== Saved data entries ==
================
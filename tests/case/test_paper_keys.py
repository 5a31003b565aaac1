"""The keys of [report]: texts, a logo that a report can carry, revisions, and what is recommended."""

import datetime
import os
import struct
import zlib

import pytest
from hypothesis import given
from hypothesis import strategies as st

from retrofit.case.logo import LARGEST_LOGO_BYTES, logo_at
from retrofit.case.paper import Revision
from retrofit.errors import QuantityError

START = """\
[plant]
refrigerant = "R404A"
[duty]
cooling = "120 kW"
evaporating = "-8 degC"
condensing = "42 degC"
[compare]
candidates = ["R448A", "R449A"]
[report]
"""
LINE = START.count("\n") + 1  # where a key added to [report] stands
SVG = b'<svg xmlns="http://www.w3.org/2000/svg" viewBox="0 0 8 8"><path d="M0 0h8v8z"/></svg>'


def chunk(kind, body):
    """Return a chunk of a PNG file: length, kind, body, check sum (PNG, third edition, 5.3)."""
    return struct.pack(">I", len(body)) + kind + body + struct.pack(">I", zlib.crc32(kind + body))


def png(width=2, height=2, ihdr=b"\x08\x00\x00\x00\x00"):
    """Return a grey picture of the size asked for, its rows as short as they may be."""
    pixels = zlib.compress(b"\x00" * 8)
    head = chunk(b"IHDR", struct.pack(">II", width, height) + ihdr)
    return b"\x89PNG\r\n\x1a\n" + head + chunk(b"IDAT", pixels) + chunk(b"IEND", b"")


def jpeg(width=2, height=3):
    """Return start, an application segment, and a frame header (ITU-T T.81, B.2.2)."""
    app = b"\xff\xe0" + struct.pack(">H", 4) + b"ab"
    frame = b"\xff\xc0" + struct.pack(">HBHHB", 11, 8, height, width, 1) + b"\x01\x11\x00"
    return b"\xff\xd8" + app + frame + b"\xff\xd9"


def test_a_report_as_written(case, tmp_path):
    """Each key is held as what it is; the logo as the picture beside the case file."""
    (tmp_path / "pictures").mkdir()
    (tmp_path / "pictures" / "mark.svg").write_bytes(SVG)
    report = case(
        START
        + 'client = "A client"\nsite = "A site"\nsystem_id = "P1"\ncompany = "A company"\nlogo = "pictures/mark.svg"\n'
        'prepared = "P"\nchecked = "C"\napproved = "A"\ndecide_by = 2027-01-31\nrecommended = "r-448a"\n'
        'fallback = "R404A"\nconditions = ["First.", "Second."]\n'
        'revisions = [["A", "2026-12-01", "first issue", "P"], {rev = "B", date = 2026-12-05, what = "w", by = "C"}]\n'
    ).report

    assert (report.client, report.site, report.system_id, report.company) == ("A client", "A site", "P1", "A company")
    assert (report.prepared, report.checked, report.approved) == ("P", "C", "A")
    assert report.decide_by == datetime.date(2027, 1, 31)
    assert (report.recommended, report.fallback) == ("R448A", "R404A")
    assert report.conditions == ("First.", "Second.")
    assert report.revisions == (
        Revision("A", datetime.date(2026, 12, 1), "first issue", "P"),
        Revision("B", datetime.date(2026, 12, 5), "w", "C"),
    )
    assert (report.logo.media_type, report.logo.content) == ("image/svg+xml", SVG)


def test_nothing_of_it_is_needed(case):
    """Without the table there is none; an empty one assumes nothing."""
    assert case(START.removesuffix("[report]\n")).report is None
    read = case(START)
    assert read.report.revisions == ()
    assert not [default for default in read.defaults if default.key.startswith("report.")]


FAULTS = {
    "a refrigerant not compared": ('recommended = "R290"', "report.recommended", "R-290 is not compared here"),
    "no refrigerant": ('recommended = "R4040"', "report.recommended", "not in the catalogue"),
    "twice the same": ('recommended = "R448A"\nfallback = "R448A"', "report.fallback", "is what is recommended"),
    "no text": ("client = 7", "report.client", "a text is needed"),
    "hidden characters": ('client = "a\\u202eb"', "report.client", "hidden character"),
    "no day": ('decide_by = "31.1.2027"', "report.decide_by", "is no date"),
    "no list": ('conditions = "One."', "report.conditions", "a list is needed"),
    "too many": (f"conditions = {['a'] * 13}", "report.conditions", "the list has 13 items"),
    "half a revision": ('revisions = [["A", "2026-12-01"]]', "report.revisions[1]", "a list of 2 stands where"),
    "a revision without its day": (
        'revisions = [{rev = "A", what = "w", by = "b"}]', "report.revisions[1]", "has the keys rev, date, what and by",
    ),
    "a revision on no day": ('revisions = [["A", "soon", "w", "b"]]', "report.revisions[1]", "date: "),
    "an unknown key": ('phone = "1"', "report.phone", 'there is no key "phone" in [report]'),
    "a missing logo": ('logo = "no.png"', "report.logo", 'there is no file "no.png"'),
    "a folder for a logo": ('logo = "."', "report.logo", "is not an ordinary file"),
    "an absolute path": ('logo = "/etc/hostname"', "report.logo", "leads out of the folder"),
    "a path that climbs": ('logo = "a/../../b.png"', "report.logo", "leads out of the folder"),
    "an empty path": ('logo = ""', "report.logo", "is no path"),
    "a number for a logo": ("logo = 3", "report.logo", "a path is needed"),
    "a text for a logo": ('logo = "plant.toml"', "report.logo", "neither PNG nor JPEG nor"),
}  # fmt: skip


@pytest.mark.parametrize(("lines", "key", "words"), FAULTS.values(), ids=FAULTS)
def test_a_fault_is_told_with_its_line(lines, key, words, complaints):
    """The complaint stands at the line of the key and says what is wrong."""
    (line, found, text), *others = complaints(START + lines + "\n")

    assert (line, found) == (LINE + lines.count("\n"), key)
    assert words in text
    assert others == []


PICTURES = {
    "png": (png(), "image/png"),
    "jpeg": (jpeg(), "image/jpeg"),
    "svg": (SVG, "image/svg+xml"),
    "svg with a head": (b'\xef\xbb\xbf<?xml version="1.0" encoding="UTF-8"?>\n<!-- a -->' + SVG, "image/svg+xml"),
    # Its script cannot run: it is shown as a picture only.
    "svg with a script": (SVG.replace(b"<path", b"<script>alert(1)</script><path"), "image/svg+xml"),
}


@pytest.mark.parametrize(("content", "media_type"), PICTURES.values(), ids=PICTURES)
def test_the_kind_of_a_picture_is_found_from_its_bytes(content, media_type, tmp_path):
    """Whatever its name says."""
    (tmp_path / "logo.dat").write_bytes(content)

    logo = logo_at(tmp_path, "logo.dat")

    assert (logo.path, logo.media_type, logo.content) == ("logo.dat", media_type, content)


NO_PICTURES = {
    "empty": b"",
    "html": b"<html><body>logo</body></html>",
    "gif": b"GIF89a\x01\x00\x01\x00",
    "cut png": png()[:-9],
    "png without pixels": b"\x89PNG\r\n\x1a\n" + chunk(b"IHDR", bytes(13)) + chunk(b"IEND", b""),
    "damaged png": png().replace(b"IDAT", b"IDAX"),
    "huge png": png(100_000, 100_000),
    "flat png": png(0, 5),
    "png that claims a long chunk": b"\x89PNG\r\n\x1a\n\xff\xff\xff\xffIHDR",
    "cut jpeg": jpeg()[:8],
    "huge jpeg": jpeg(65_000, 65_000),
    "jpeg that runs in circles": b"\xff\xd8\xff\xe0\x00\x00" * 9,
    "svg with entities": b'<!DOCTYPE svg [<!ENTITY a "b">]>' + SVG,
    "svg cut": SVG[:-4],
    "svg in two bytes a letter": SVG.decode().encode("utf-16"),
    "svg without its name space": b"<svg/>",
    "too large": SVG + b" " * LARGEST_LOGO_BYTES,
}


@pytest.mark.parametrize("content", NO_PICTURES.values(), ids=NO_PICTURES)
def test_what_cannot_be_shown_is_refused(content, tmp_path):
    """The complaint names the file."""
    (tmp_path / "logo").write_bytes(content)

    with pytest.raises(QuantityError, match='"logo" is'):
        logo_at(tmp_path, "logo")


@given(content=st.binary(max_size=80), start=st.sampled_from([b"", b"\x89PNG\r\n\x1a\n", b"\xff\xd8\xff", b"<svg"]))
def test_no_bytes_end_in_anything_but_a_picture_or_a_complaint(content, start, tmp_path_factory):
    """A picture or our complaint, whatever the bytes."""
    folder = tmp_path_factory.getbasetemp()
    (folder / "any-logo").write_bytes(start + content)
    complaint, logo = "", None
    try:
        logo = logo_at(folder, "any-logo")
    except QuantityError as error:
        complaint = str(error)

    assert logo.content == start + content if logo else '"any-logo"' in complaint


@pytest.mark.skipif(not hasattr(os, "mkfifo"), reason="needs named pipes")
def test_a_pipe_in_place_of_a_logo_does_not_wait(tmp_path):
    """Only ordinary files are opened."""
    os.mkfifo(tmp_path / "logo")

    with pytest.raises(QuantityError, match="not an ordinary file"):
        logo_at(tmp_path, "logo")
================
== What you will do ==
Once the line with "assert (report.prepared, report.checked, report.approved)" is found in the records above, print exactly that line and every line after it through the line with "assert (report.logo.media_type, report.logo.content)".

== Reply to the exercise ==
    assert (report.prepared, report.checked, report.approved) == ("P", "C", "A")
    assert report.decide_by == datetime.date(2027, 1, 31)
    assert (report.recommended, report.fallback) == ("R448A", "R404A")
    assert report.conditions == ("First.", "Second.")
    assert report.revisions == (
        Revision("A", datetime.date(2026, 12, 1), "first issue", "P"),
        Revision("B", datetime.date(2026, 12, 5), "w", "C"),
    )
    assert (report.logo.media_type, report.logo.content) == ("image/svg+xml", SVG)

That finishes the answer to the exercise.